= Peter Oswald =

English playwright (born 1965)

Peter Charles Patrick Oswald (born 1965) is an English playwright specialising in verse drama. He was a resident at Shakespeare's Globe theatre in London from 1998 to 2009.

==Early life==
Oswald was born the second of four children (eldest of three sons) of farmer and stockbroker Peter David Hamilton Oswald and Juliet (née McLaughlin), of Fliskmillan, Fife, Scotland. His uncle was Sir Julian Oswald, First Sea Lord from 1989 to 1993.

The Oswalds were landed gentry of Cavens, Dumfries, and Auchincruive (now named "Oswald Hall"), South Ayrshire, Scotland, descending from merchant George Oswald, Rector of the University of Glasgow from 1797 to 1799.

==Career==
Oswald was the first playwright-in-residence at Shakespeare's Globe theatre, for which he wrote three plays, from 1998 to 2009. He was later playwright-in-residence at London's Finborough Theatre in West Brompton. Oswald established his own company, Heart's Tongue, to produce some of his plays.

In March 2022, Oswald was interviewed about his verse-drama plays on the podcast Hamlet to Hamilton: Exploring Verse Drama, hosted by Emily C. A. Snyder and Colin Kovarik.

==Personal life==
Oswald is married to the poet Alice Oswald, with whom he has three children.

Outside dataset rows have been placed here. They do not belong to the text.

class _MarkingPrinter(StepPrinter):
    """The C printer with every literal replaced by a numbered mark; the exact values kept."""

    def __init__(self, precision: str):
        super().__init__(precision)
        self.values: list = []

    def _lit(self, value) -> str:
        self.values.append(value)
        return f"{_MARK}{len(self.values) - 1}{_MARK}"


def _literal_value(text: str, precision: str) -> float:
    """What a C compiler makes of a literal: its decimal value correctly rounded."""
    return correctly_rounded(Fraction(text.rstrip("F")), precision)


class _Auditor:
    def __init__(self, step, csource):
        self.step, self.csource = step, csource
        self.precision = csource.precision
        self.up = step.model.name.upper()
        self.checked = 0
        self.problems: list[str] = []

    def compare(self, where: str, text: str, exact, what: str) -> None:
        self.checked += 1
        want = correctly_rounded(exact_fraction(exact), self.precision)
        got = _literal_value(text, self.precision)
        if got != want:
            shown = f"{want:.9g}" if self.precision == "float" else repr(want)
            self.problems.append(f"{where}: literal {text} is not {what} correctly rounded to "
                                 f"{self.precision} ({shown})")

    # -- named constants
    def expected_constants(self) -> dict[str, tuple]:
        """#define'd coefficient name -> (exact value, what it is), derived from the IR."""
        step, up = self.step, self.up
        out: dict[str, tuple] = {}

        def put(name, value, what):
            out.setdefault(f"{up}_{name}", (value, what))

        guards = step.safeguards
        if guards.pieces:
            put("FINE_STEP", step.h / 2 ** guards.retry_depth,
                f"h / 2^{guards.retry_depth}, the shortest piece")
        elif not (isinstance(step, ImplicitStep) and step.scheme == EXACT):
            put("STEP", step.h, "h")
        if guards.accept_error is not None:
            put("ACCEPT_ERROR", sp.Rational(repr(float(guards.accept_error))),
                "the accepted error estimate")
        if guards.clamp_states:
            for s in step.model.states:
                if s.range:
                    put(f"MIN_{s.name.upper()}", sp.Rational(repr(float(s.range[0]))),
                        f"the lower bound of {s.name}")
                    put(f"MAX_{s.name.upper()}", sp.Rational(repr(float(s.range[1]))),
                        f"the upper bound of {s.name}")
        if step.error_weights:
            from ..emit import error_scale

            for j, v in step.error_weights:
                put(f"E{j + 1}H", v, f"(b{j + 1} - b_hat{j + 1})*h")
            for i, s in enumerate(step.model.states):
                put(f"ERR_W{i + 1}", 1 / error_scale(s), f"1/full scale of {s.name}")
        for stage in step.stages:
            i = stage.index + 1
            if stage.time_offset != 0:
                put(f"C{i}H", stage.time_offset, f"c{i}*h")
            prefix = "ALPHA" if isinstance(step, ImplicitStep) and \
                step.scheme == LINEARLY_IMPLICIT else "A"
            for j, v in stage.terms:
                put(f"{prefix}{i}{j + 1}H", v, f"{prefix.lower()}{i}{j + 1}*h")
            if getattr(stage, "solve_index", None) is not None:
                put(f"A{i}{i}H", stage.diagonal, f"a{i}{i}*h")
            for j, v in getattr(stage, "coupling", ()):
                put(f"COUPLING{i}{j + 1}", v, f"coupling{i}{j + 1}")
            if getattr(stage, "time_term", 0) != 0:
                put(f"TIME{i}H", stage.time_term, f"time{i}*h")
        for j, v in step.weights:
            put(f"B{j + 1}H", v, f"b{j + 1}*h")
        if isinstance(step, StepProgram):
            return out
        for i, d in step.z_weights:
            put(f"D{i + 1}", d, f"d{i + 1} of b^T A^-1")
        if step.gamma_h is not None:
            put("GAMMAH", step.gamma_h, "gamma*h")
        for s, scale in zip(step.model.states, step.newton.scale):
            put(f"SCALE_{s.name.upper()}", sp.Rational(repr(float(scale))),
                f"the Newton scale of {s.name}")
        tol = step.newton.tolerance_for(self.precision)
        put("NEWTON_TOL", sp.Rational(repr(tol)), "the Newton tolerance")
        if step.newton.monitored:
            put("REFRESH_AT", sp.Rational(repr(NEWTON_REFRESH_RATE)),
                "the contraction rate that refreshes J")
        return out

    def defines(self, text: str) -> dict[str, str]:
        found = {}
        for m in re.finditer(r"^#define\s+(\w+)\s+(.*?)(?:\s*/\*.*)?$", text, flags=re.M):
            found[m.group(1)] = m.group(2).strip()
        return found

    def constants(self) -> None:
        expected = self.expected_constants()
        source = self.defines(self.csource.text(self.csource.source_name))
        header = self.defines(self.csource.text(self.csource.header_name))
        for name, value in source.items():
            inner = value.strip("()")
            if re.fullmatch(r"\d+U", inner):
                if name == f"{self.up}_NSOLVE" and int(inner[:-1]) != self.step.solve.size:
                    self.problems.append(f"{name} = {inner} is not the size of the solve "
                                         f"({self.step.solve.size})")
                continue
            if name not in expected:
                self.problems.append(f"{name} = {inner}: no value of the IR has this name")
                continue
            exact, what = expected[name]
            self.compare(name, inner, exact, f"{what} = {sp.nsimplify(exact)}")
        dt_name = f"{self.up}_DT"
        if dt_name not in header:
            self.problems.append(f"{self.csource.header_name}: no {dt_name}")
        else:
            self.compare(dt_name, header[dt_name], self.step.dt, f"dt = {self.step.dt}")

    # -- function bodies
    def functions(self) -> dict[str, list[str]]:
        text = self.csource.text(self.csource.source_name)
        text = re.sub(r"/\*.*?\*/", "", text, flags=re.S)
        out, name, body = {}, None, []
        for line in text.splitlines():
            m = re.match(r"^(?:static\s+)?[\w ]+?\b(\w+)\(.*\)\s*$", line)
            if m and not line.startswith(" "):
                name, body = m.group(1), []
                continue
            if line == "}" and name:
                out[name] = body
                name = None
            elif name and line.strip() not in ("{", ""):
                body.append(line.strip())
        return out

    def expressions(self, lines: list[str], block, target, fname: str) -> set[int]:
        """Literals of a printed block, by position; returns the indices of the lines matched."""
        by_target = {a.target.name: a.expr for a in block.temporaries}
        by_target.update({target(i, name): e for i, (name, e) in enumerate(block.results)})
        matched = set()
        for n, line in enumerate(lines):
            m = re.match(r"^(?:const \w+ )?([\w\[\]>-]+) = (.*);$", line)
            if not m or m.group(1) not in by_target:
                continue
            matched.add(n)
            printer = _MarkingPrinter(self.precision)
            template = printer.doprint(by_target[m.group(1)])
            parts = template.split(_MARK)
            pattern = "".join(re.escape(p) if k % 2 == 0 else f"({LITERAL})"
                              for k, p in enumerate(parts))
            found = re.fullmatch(pattern, m.group(2))
            where = f"{fname}: {m.group(1)}"
            if not found:
                self.problems.append(f"{where}: the C text differs from the IR's expression "
                                     f"{by_target[m.group(1)]}")
                continue
            for k, text in enumerate(found.groups()):
                value = printer.values[int(parts[2 * k + 1])]
                self.compare(where, text, value, f"{value} in {by_target[m.group(1)]}")
        return matched

    def products(self, lines, fname, rows, operand) -> set[int]:
        """Lines 'target[i] = (lit * operand_j) + ... (+ (lit))' against rows[i] (a list of
        (column key, exact) pairs; the key None for a lone literal)."""
        matched = set()
        for n, line in enumerate(lines):
            m = re.match(r"^(\w+)\[(\d+)\] = (.*);$", line)
            if not m or int(m.group(2)) not in rows or m.group(1) not in ("tw_r", "tw_y"):
                continue
            matched.add(n)
            want = dict(rows[int(m.group(2))])
            got = {}
            for term in re.findall(r"\(([^()]*)\)", m.group(3)):
                pm = re.fullmatch(rf"({LITERAL}) \* (.+)", term)
                if pm:
                    key = operand(pm.group(2))
                    got[key] = pm.group(1)
                elif re.fullmatch(LITERAL, term):
                    got[None] = term
            where = f"{fname}: {m.group(1)}[{m.group(2)}]"
            if set(got) != set(want):
                self.problems.append(f"{where}: the C's terms {sorted(map(str, got))} differ "
                                     f"from the IR's {sorted(map(str, want))}")
                continue
            for key, text in got.items():
                self.compare(where, text, want[key], f"entry {key} = {want[key]}")
        return matched

    def reset(self, lines, fname) -> set[int]:
        model, matched = self.step.model, set()
        values = {model.time: 0}
        values.update({s.name: s.initial for s in model.states})
        values.update({u.name: u.default for u in model.inputs})
        values.update({p.name: p.value for p in model.tunable})
        for n, line in enumerate(lines):
            m = re.match(rf"^tw_ctx->(\w+) = ({LITERAL});$", line)
            if m and m.group(1) in values:
                matched.add(n)
                exact = sp.Rational(repr(float(values[m.group(1)])))
                self.compare(f"{fname}: {m.group(1)}", m.group(2), exact,
                             f"the model's {m.group(1)} = {values[m.group(1)]}")
        return matched

    def bodies(self) -> None:
        step, p = self.step, self.step.model.name
        blocks = {f"{p}_rates": (step.rates, lambda i, name: f"tw_dx[{i}]"),
                  f"{p}_outputs": (step.outputs, lambda i, name: f"tw_out->{name}")}
        if isinstance(step, ImplicitStep) and step.jacobian is not None:
            blocks[f"{p}_jacobian"] = (step.jacobian.block, lambda i, name: f"tw_jac[{i}]")
        if isinstance(step, ImplicitStep) and step.dfdt is not None:
            blocks[f"{p}_dfdt"] = (step.dfdt, lambda i, name: f"tw_ft[{i}]")
        for fname, lines in self.functions().items():
            matched: set[int] = set()
            if fname in blocks:
                matched = self.expressions(lines, *blocks[fname], fname)
            elif fname == f"{p}_reset":
                matched = self.reset(lines, fname)
            elif fname.startswith(f"{p}_solve") and step.solve is not None \
                    and step.solve.kind == INVERSE:
                suffix = fname[len(f"{p}_solve"):]
                which = int(suffix) - 1 if suffix else 0
                rows = {i: [(j, v) for j, v in enumerate(row) if v != 0]
                        for i, row in enumerate(step.solve.inverses[which])}
                matched = self.products(lines, fname, rows,
                                        lambda t: int(re.fullmatch(r"tw_in\[(\d+)\]", t).group(1)))
            elif fname == f"{p}_ticks":
                matched = self.counter(lines, fname)
            elif fname == f"{p}_advance" and isinstance(step, ImplicitStep) \
                    and step.scheme == EXACT:
                matched = self.products(lines, fname, self.propagator_rows(), self.operand)
            if step.safeguards.pieces:
                matched |= self.piece_scale(lines, fname)
            self.leftovers(fname, [line for n, line in enumerate(lines) if n not in matched])

    def propagator_rows(self) -> dict[int, list]:
        ad, bd, ed = self.step.propagator
        model = self.step.model
        rows = {}
        for i in range(model.nx):
            row = [(f"tw_x[{j}]", v) for j, v in enumerate(ad[i]) if v != 0]
            row += [(f"tw_ctx->{u.name}", v) for u, v in zip(model.inputs, bd[i]) if v != 0]
            if ed[i] != 0:
                row.append((None, ed[i]))
            rows[i] = row
        return rows

    @staticmethod
    def operand(text: str) -> str:
        return text

    def counter(self, lines, fname) -> set[int]:
        """The tick counter's conversion: the literal that weighs the high half must be 2^k for
        the shift k that took the high half, and the low half's mask 2^k - 1."""
        real = re.escape(f"{self.step.model.name}_real_t")
        shift = mask = None
        matched = set()
        for n, line in enumerate(lines):
            m = re.fullmatch(r"const uint32_t tw_high = \(uint32_t\)\(tw_n >> (\d+)U\);", line)
            if m:
                shift = int(m.group(1))
                matched.add(n)
            m = re.fullmatch(r"const uint32_t tw_low = \(uint32_t\)\(tw_n & (0x[0-9A-F]+)U\);",
                             line)
            if m:
                mask = int(m.group(1), 16)
                matched.add(n)
            m = re.fullmatch(rf"return \(\({real}\)tw_high \* ({LITERAL})\) \+ "
                             rf"\({real}\)tw_low;", line)
            if m:
                matched.add(n)
                if shift is None or mask != 2 ** shift - 1:
                    self.problems.append(f"{fname}: the counter's halves are not taken by a "
                                         f"shift k and the mask 2^k - 1 (shift {shift}, mask "
                                         f"{mask})")
                    continue
                self.compare(f"{fname}: the weight of the high half", m.group(1),
                             sp.Integer(2) ** shift, f"2^{shift}, the weight of the high half")
        return matched

    def piece_scale(self, lines, fname) -> set[int]:
        """With retries, the piece's scale tw_hs follows its span of shortest pieces: halving
        the span multiplies tw_hs by exactly 1/2, doubling it by exactly 2."""
        matched = set()
        for n, line in enumerate(lines):
            m = re.fullmatch(rf"tw_hs = tw_hs \* ({LITERAL});", line)
            if not m:
                continue
            matched.add(n)
            before = lines[n - 1] if n else ""
            shorter = re.fullmatch(r"tw_span = tw_span / (\d+)U;", before)
            longer = re.fullmatch(r"tw_span = (\d+)U \* tw_span;", before)
            if shorter:
                factor = sp.Rational(1, int(shorter.group(1)))
                what = f"1/{shorter.group(1)}, the scale of a piece whose span was divided by it"
            elif longer:
                factor = sp.Integer(int(longer.group(1)))
                what = f"{factor}, the scale of a piece whose span was multiplied by it"
            else:
                self.problems.append(f"{fname}: '{line}' scales the piece without changing its "
                                     "span")
                continue
            self.compare(f"{fname}: tw_hs", m.group(1), factor, what)
        return matched

    def leftovers(self, fname: str, lines: list[str]) -> None:
        for line in lines:
            for m in _LITERAL_TOKEN.finditer(line):
                text = m.group(1)
                if not re.search(r"[.eEF]", text):
                    continue  # an integer (an index, a size, a status value)
                self.checked += 1
                if Fraction(text.rstrip("F")) not in STRUCTURAL:
                    self.problems.append(f"{fname}: literal {text} in '{line}' stands for no "
                                         "value of the IR")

In March 2025, he embarked on a 150-mile walk from Bristol to London, planned to last 13 days, while fasting to observe Ramadan, in order to raise money for children in Gaza. He finished his journey on 31 March with an event at the Marylebone Theatre, hosted by comedian Jen Brister. Describing the trip, Oswald said, "This pilgrimage was an act of empathy and resistance. It was a public declaration that we will not look away".

==Books==

- Peter Oswald; Mary Stuart. Samuel French, London (2006).
- Peter Oswald; The Golden Ass or the Curious Man. Comedy in three parts after the novel Metamorphoses by Lucius Apuleius. Oberon Books: London, GB (2002). ISBN 1-84002-285-X.
- Peter Oswald; Earth Has Not Any Thing to Shew More Fair: A Bicentennial Celebration of Wordsworth's Sonnet Composed upon Westminster Bridge (co-editor with Alice Oswald and Robert Woof). Shakespeare's Globe and The Wordsworth Trust (2002). ISBN 1-870787-84-6.
- Peter Oswald; Fair Ladies at a Game of Poem Cards. A drama in verses after an 18th-century Japanese puppet play by the kabuki playwright Chikamatsu Monzaemon. Methuen Drama, London, GB (1996) (U.S.: Heinemann, Portsmouth, New Hampshire). ISBN 0-413-71510-8.